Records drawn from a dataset

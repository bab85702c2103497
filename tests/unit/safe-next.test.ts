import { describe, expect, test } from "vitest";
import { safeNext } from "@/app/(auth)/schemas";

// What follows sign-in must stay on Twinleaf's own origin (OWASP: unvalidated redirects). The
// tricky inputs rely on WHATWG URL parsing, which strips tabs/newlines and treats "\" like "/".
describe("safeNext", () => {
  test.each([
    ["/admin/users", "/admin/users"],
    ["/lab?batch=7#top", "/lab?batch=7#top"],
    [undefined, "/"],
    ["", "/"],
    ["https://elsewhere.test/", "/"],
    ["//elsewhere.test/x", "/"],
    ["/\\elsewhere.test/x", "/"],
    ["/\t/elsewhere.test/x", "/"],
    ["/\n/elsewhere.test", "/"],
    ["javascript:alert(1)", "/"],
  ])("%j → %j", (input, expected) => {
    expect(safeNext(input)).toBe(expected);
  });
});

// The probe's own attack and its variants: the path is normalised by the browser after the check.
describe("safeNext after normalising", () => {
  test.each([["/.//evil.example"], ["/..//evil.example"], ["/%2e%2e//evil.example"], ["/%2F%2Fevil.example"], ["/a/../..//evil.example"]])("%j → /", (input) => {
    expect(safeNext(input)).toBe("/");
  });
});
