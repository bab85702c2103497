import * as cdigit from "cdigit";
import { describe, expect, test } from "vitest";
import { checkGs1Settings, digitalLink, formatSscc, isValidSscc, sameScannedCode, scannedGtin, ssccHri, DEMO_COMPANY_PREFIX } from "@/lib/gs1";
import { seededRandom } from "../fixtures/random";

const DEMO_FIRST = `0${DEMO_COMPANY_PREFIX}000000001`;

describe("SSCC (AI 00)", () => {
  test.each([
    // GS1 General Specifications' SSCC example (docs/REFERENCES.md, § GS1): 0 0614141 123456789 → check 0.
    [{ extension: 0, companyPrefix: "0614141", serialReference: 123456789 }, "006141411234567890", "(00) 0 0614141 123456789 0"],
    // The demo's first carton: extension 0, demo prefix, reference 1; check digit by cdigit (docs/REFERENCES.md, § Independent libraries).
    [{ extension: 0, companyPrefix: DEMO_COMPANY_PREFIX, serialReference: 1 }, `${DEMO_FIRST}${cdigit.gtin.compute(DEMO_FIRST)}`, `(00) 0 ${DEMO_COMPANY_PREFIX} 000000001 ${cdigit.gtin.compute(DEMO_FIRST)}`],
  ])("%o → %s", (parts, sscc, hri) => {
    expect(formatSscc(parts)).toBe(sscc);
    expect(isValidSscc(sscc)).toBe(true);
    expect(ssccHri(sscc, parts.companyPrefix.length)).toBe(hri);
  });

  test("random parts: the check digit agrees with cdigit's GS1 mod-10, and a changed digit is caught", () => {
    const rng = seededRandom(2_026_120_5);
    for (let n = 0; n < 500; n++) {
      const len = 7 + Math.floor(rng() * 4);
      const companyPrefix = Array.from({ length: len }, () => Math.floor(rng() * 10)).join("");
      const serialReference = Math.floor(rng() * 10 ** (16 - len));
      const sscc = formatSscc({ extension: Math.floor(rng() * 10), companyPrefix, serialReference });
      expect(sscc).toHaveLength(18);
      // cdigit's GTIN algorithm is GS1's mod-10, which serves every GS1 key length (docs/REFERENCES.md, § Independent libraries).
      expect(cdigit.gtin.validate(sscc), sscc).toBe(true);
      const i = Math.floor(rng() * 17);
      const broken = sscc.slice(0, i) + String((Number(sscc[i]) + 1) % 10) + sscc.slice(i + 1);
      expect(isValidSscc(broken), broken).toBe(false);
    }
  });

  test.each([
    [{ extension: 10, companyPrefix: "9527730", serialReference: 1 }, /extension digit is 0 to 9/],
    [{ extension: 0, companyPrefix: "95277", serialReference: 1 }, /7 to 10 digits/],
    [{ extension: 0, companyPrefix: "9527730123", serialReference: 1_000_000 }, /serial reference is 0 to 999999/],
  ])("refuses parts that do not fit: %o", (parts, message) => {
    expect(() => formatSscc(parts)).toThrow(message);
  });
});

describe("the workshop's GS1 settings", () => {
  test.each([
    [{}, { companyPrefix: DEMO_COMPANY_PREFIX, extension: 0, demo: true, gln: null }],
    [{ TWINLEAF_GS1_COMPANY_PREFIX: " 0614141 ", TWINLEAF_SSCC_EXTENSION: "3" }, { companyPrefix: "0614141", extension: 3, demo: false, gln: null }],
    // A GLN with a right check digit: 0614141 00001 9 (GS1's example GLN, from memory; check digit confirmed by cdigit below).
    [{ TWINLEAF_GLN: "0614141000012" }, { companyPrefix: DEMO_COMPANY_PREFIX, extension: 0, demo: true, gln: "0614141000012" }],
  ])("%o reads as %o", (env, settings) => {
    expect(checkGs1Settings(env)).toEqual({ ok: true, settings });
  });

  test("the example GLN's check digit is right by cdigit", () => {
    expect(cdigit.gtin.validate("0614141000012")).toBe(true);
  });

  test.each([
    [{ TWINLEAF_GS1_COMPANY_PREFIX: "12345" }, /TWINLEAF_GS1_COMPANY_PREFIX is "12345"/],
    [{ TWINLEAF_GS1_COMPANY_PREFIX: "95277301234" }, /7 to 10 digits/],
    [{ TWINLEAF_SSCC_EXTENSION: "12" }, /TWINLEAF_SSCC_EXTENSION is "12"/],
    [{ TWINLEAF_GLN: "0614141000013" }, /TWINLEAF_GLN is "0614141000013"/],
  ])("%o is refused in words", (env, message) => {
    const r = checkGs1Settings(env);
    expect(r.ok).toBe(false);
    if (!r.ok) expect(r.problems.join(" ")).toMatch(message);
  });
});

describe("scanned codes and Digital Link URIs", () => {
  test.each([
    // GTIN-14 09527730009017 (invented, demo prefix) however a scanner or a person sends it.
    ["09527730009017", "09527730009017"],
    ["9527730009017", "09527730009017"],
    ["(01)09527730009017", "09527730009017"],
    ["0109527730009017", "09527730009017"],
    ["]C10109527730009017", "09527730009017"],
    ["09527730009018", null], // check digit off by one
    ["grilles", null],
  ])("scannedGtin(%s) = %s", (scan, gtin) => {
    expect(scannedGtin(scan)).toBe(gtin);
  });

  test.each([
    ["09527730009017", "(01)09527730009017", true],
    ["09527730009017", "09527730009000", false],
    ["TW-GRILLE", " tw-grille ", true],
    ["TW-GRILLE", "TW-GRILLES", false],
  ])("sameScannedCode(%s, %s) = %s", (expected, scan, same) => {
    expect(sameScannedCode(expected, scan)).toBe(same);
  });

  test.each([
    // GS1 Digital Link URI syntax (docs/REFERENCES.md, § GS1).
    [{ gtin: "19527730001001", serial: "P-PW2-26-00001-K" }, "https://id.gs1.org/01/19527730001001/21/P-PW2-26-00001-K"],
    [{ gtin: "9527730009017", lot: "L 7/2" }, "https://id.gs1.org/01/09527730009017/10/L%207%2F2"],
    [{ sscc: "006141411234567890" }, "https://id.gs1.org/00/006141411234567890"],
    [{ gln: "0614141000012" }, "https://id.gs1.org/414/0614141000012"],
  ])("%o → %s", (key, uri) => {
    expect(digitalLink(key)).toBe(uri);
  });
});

---

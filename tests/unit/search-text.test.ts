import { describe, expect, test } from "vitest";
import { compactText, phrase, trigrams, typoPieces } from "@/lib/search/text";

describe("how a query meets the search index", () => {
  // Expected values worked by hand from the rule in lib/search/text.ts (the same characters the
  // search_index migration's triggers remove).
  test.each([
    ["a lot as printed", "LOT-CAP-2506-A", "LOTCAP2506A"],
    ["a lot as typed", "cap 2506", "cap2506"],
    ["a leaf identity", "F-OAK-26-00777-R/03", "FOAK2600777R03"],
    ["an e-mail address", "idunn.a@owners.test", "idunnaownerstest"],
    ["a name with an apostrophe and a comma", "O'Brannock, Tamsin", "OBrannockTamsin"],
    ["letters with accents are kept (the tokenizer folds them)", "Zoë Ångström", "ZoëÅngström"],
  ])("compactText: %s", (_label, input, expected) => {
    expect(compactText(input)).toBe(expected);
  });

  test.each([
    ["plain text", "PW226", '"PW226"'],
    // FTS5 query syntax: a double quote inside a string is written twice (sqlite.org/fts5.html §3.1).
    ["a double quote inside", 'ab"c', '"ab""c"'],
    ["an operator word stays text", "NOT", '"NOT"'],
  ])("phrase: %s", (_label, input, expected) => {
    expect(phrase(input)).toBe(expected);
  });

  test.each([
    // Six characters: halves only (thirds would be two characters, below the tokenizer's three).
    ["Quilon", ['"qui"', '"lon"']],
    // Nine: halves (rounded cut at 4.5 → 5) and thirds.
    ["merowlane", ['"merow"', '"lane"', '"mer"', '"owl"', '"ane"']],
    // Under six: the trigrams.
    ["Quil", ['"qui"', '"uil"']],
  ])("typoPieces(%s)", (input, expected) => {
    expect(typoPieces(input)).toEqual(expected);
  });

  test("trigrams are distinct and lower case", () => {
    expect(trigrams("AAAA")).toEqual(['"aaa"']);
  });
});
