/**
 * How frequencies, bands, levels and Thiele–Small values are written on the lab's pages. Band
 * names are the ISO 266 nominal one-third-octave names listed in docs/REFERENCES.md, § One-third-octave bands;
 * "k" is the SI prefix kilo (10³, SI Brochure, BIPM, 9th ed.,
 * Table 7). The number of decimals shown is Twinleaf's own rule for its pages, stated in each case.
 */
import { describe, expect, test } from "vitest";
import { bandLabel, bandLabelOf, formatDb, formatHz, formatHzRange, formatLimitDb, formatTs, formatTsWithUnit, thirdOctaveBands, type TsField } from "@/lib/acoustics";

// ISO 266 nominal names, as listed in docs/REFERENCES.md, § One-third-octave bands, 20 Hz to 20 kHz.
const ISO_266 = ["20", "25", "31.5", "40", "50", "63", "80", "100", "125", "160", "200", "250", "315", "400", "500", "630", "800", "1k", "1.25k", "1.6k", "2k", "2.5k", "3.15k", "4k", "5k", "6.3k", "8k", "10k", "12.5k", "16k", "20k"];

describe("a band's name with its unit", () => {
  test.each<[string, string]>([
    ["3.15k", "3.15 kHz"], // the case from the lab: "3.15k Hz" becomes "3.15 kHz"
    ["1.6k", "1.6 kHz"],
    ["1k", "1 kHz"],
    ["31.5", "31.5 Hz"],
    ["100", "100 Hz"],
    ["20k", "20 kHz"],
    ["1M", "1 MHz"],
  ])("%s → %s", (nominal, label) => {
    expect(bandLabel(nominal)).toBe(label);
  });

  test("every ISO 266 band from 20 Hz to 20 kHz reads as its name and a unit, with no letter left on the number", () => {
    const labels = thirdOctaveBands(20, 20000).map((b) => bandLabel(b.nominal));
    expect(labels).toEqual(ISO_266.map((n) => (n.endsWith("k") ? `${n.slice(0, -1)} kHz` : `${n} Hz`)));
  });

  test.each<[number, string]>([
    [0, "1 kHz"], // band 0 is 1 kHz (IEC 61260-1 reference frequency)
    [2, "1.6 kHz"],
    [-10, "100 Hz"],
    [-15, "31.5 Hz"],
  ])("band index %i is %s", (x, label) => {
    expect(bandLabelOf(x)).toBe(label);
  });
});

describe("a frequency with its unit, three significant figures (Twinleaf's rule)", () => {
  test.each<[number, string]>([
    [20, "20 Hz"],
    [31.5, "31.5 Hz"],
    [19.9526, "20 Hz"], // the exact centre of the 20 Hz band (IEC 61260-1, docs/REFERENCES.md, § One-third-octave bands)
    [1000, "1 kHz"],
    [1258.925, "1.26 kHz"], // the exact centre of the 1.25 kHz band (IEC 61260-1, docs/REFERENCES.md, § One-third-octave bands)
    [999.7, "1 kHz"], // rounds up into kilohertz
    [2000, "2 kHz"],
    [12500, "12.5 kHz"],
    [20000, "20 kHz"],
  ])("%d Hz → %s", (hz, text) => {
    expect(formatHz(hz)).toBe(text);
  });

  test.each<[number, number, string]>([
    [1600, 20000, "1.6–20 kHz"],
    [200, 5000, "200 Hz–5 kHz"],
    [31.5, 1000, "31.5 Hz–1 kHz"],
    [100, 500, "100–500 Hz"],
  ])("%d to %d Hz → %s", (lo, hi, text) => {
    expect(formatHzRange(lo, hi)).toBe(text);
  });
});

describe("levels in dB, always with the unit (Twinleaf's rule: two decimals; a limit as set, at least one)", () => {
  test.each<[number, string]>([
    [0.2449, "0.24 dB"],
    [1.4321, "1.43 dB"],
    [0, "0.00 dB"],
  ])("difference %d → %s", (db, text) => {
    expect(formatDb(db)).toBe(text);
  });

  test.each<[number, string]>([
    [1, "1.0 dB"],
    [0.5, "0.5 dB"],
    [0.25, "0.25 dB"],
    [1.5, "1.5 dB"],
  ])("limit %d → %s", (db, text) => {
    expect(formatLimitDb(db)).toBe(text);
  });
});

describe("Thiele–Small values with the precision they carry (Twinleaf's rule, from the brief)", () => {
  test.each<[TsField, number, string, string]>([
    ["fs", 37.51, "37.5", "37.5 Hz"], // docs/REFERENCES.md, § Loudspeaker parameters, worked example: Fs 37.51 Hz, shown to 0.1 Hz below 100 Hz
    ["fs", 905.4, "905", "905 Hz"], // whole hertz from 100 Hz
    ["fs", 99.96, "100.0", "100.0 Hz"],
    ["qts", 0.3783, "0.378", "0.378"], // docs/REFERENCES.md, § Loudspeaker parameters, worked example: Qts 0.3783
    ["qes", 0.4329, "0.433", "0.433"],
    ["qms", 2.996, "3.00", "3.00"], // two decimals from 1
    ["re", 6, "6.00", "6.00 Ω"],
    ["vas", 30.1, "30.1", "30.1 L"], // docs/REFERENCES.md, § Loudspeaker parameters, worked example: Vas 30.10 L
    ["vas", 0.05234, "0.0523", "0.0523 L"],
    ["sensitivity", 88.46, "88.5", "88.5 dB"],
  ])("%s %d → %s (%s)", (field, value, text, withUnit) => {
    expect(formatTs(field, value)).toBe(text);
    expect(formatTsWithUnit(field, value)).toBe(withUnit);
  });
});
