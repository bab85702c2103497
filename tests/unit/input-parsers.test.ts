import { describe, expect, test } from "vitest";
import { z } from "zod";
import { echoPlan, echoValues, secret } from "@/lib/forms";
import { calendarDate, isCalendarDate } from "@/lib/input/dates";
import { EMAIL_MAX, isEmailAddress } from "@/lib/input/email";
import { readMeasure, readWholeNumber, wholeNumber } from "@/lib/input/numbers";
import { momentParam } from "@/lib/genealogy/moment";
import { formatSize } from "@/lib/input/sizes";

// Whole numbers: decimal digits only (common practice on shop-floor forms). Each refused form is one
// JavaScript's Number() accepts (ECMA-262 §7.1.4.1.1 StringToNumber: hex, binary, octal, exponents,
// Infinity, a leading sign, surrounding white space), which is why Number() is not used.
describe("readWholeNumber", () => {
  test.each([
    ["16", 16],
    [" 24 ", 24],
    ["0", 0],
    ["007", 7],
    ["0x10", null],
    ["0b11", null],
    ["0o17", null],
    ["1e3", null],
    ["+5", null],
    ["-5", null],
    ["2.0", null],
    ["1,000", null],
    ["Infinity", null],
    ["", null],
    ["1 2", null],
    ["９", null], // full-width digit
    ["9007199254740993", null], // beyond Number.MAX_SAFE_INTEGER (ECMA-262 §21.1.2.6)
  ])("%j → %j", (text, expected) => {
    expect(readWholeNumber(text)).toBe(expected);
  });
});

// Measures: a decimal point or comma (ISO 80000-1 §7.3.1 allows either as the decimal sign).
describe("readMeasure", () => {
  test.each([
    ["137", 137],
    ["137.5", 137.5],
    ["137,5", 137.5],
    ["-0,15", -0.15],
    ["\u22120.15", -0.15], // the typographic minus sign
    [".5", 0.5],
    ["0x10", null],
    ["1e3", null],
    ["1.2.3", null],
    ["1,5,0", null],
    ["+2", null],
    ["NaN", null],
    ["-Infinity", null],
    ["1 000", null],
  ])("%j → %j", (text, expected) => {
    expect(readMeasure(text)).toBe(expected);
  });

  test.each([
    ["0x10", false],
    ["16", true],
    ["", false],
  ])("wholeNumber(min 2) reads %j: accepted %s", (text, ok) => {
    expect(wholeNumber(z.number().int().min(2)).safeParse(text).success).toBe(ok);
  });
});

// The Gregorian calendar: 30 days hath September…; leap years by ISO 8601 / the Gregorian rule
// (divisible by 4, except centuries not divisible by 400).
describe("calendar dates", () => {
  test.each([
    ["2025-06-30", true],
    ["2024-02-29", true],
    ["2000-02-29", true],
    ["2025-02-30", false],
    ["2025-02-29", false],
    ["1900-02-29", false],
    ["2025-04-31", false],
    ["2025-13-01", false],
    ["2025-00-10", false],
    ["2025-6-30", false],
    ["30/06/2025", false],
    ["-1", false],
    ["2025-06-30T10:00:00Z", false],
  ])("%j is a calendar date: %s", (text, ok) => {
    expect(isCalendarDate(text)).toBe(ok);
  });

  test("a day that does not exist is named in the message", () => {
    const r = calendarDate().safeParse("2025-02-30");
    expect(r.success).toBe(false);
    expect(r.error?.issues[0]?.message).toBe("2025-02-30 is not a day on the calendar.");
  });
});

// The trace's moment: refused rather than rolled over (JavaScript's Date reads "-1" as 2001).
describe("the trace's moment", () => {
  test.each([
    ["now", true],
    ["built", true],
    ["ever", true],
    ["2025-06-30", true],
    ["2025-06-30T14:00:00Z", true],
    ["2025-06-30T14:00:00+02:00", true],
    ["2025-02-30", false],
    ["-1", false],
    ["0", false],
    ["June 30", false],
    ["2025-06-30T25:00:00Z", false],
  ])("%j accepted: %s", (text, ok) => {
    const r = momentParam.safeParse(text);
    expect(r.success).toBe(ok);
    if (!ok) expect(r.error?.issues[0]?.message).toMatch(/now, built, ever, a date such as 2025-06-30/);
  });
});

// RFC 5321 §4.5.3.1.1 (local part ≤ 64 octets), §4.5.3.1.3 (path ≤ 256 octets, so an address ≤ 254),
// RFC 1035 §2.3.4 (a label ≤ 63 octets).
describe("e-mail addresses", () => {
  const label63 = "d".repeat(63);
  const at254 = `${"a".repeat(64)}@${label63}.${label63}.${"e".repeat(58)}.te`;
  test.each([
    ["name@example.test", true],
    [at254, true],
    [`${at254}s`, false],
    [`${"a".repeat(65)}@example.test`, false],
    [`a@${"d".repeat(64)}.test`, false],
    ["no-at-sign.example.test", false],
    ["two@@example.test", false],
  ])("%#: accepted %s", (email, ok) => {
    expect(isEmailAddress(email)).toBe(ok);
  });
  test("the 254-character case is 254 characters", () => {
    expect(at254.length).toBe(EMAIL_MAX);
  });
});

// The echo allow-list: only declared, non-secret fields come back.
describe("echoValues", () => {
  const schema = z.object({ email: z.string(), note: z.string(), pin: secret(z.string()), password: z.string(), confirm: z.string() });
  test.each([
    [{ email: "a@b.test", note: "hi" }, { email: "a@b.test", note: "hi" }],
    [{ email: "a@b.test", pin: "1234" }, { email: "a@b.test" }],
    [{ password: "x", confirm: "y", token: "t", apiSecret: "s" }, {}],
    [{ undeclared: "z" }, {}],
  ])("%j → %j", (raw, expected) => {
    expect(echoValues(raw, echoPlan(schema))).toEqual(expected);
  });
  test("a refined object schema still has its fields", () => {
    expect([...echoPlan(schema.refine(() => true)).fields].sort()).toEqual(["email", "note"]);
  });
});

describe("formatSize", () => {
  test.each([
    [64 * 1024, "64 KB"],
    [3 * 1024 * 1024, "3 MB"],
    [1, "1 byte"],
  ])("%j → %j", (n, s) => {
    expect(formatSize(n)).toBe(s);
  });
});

--

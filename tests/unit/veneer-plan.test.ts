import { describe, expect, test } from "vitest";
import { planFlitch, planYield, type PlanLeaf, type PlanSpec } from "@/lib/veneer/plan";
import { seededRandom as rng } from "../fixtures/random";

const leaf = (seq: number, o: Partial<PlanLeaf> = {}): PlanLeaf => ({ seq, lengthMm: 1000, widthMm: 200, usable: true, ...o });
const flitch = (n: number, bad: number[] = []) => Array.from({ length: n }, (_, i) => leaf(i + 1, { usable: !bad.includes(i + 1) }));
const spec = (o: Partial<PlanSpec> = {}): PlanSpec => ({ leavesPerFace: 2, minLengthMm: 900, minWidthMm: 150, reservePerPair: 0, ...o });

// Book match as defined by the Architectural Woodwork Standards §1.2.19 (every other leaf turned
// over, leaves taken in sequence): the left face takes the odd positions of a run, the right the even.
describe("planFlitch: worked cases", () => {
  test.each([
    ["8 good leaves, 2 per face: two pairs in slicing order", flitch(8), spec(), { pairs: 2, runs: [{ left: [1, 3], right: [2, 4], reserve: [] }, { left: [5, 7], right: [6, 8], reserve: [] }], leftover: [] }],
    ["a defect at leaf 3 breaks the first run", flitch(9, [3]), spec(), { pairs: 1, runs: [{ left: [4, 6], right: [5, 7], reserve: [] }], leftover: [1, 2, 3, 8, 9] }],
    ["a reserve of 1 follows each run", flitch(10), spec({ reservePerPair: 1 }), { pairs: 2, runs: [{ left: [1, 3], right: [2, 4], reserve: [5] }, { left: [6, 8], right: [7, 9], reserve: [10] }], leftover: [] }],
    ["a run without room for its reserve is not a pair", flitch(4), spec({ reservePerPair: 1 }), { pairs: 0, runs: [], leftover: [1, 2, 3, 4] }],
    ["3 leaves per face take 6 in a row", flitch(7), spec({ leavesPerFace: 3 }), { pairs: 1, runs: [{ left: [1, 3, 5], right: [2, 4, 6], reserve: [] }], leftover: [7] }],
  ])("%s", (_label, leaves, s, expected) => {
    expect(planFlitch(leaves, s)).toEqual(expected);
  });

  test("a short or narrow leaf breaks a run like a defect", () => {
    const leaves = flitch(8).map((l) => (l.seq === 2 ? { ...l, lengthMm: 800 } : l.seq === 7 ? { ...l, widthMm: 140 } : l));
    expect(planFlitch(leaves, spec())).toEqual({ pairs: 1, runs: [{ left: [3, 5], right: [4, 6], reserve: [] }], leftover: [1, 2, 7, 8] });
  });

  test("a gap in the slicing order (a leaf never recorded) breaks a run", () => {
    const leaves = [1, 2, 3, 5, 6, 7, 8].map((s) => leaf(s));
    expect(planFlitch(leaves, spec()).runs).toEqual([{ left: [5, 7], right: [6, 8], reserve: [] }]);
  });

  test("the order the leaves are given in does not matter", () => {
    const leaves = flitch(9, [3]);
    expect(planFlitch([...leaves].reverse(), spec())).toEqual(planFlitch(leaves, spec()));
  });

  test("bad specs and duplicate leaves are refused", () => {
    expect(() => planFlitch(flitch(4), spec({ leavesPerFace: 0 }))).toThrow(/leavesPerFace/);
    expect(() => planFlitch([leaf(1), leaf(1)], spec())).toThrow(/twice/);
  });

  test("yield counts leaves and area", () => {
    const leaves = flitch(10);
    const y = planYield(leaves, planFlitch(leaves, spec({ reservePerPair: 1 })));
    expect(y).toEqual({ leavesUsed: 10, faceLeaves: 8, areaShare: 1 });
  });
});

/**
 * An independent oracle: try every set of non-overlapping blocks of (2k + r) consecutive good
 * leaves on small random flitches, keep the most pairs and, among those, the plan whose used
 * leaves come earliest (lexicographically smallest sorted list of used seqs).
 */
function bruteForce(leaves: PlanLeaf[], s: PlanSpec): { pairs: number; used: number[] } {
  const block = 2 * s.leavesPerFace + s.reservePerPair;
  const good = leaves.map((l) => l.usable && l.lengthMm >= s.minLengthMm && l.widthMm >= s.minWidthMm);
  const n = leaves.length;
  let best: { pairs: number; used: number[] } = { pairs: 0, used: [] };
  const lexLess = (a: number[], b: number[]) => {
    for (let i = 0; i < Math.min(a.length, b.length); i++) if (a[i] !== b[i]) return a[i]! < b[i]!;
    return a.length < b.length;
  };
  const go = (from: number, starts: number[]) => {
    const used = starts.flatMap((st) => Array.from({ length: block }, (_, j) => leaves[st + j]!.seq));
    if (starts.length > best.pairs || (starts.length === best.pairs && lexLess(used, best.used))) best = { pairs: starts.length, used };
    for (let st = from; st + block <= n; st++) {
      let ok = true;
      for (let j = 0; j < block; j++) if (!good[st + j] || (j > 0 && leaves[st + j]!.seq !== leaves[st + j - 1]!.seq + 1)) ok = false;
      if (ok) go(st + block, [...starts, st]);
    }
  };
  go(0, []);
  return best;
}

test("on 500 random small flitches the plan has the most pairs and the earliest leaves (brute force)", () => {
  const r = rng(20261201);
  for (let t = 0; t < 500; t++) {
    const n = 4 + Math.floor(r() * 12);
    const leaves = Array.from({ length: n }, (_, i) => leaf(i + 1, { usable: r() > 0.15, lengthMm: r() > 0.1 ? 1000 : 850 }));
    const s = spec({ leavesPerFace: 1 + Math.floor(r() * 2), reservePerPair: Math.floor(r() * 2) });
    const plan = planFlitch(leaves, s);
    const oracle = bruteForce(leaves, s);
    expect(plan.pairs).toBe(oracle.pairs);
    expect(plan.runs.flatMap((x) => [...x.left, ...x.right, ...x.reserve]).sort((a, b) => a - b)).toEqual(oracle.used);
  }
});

» TASK:
Search the entries for the string "trace" and return each line where it turns up.

» SOLUTION:
// The trace's moment: refused rather than rolled over (JavaScript's Date reads "-1" as 2001).
describe("the trace's moment", () => {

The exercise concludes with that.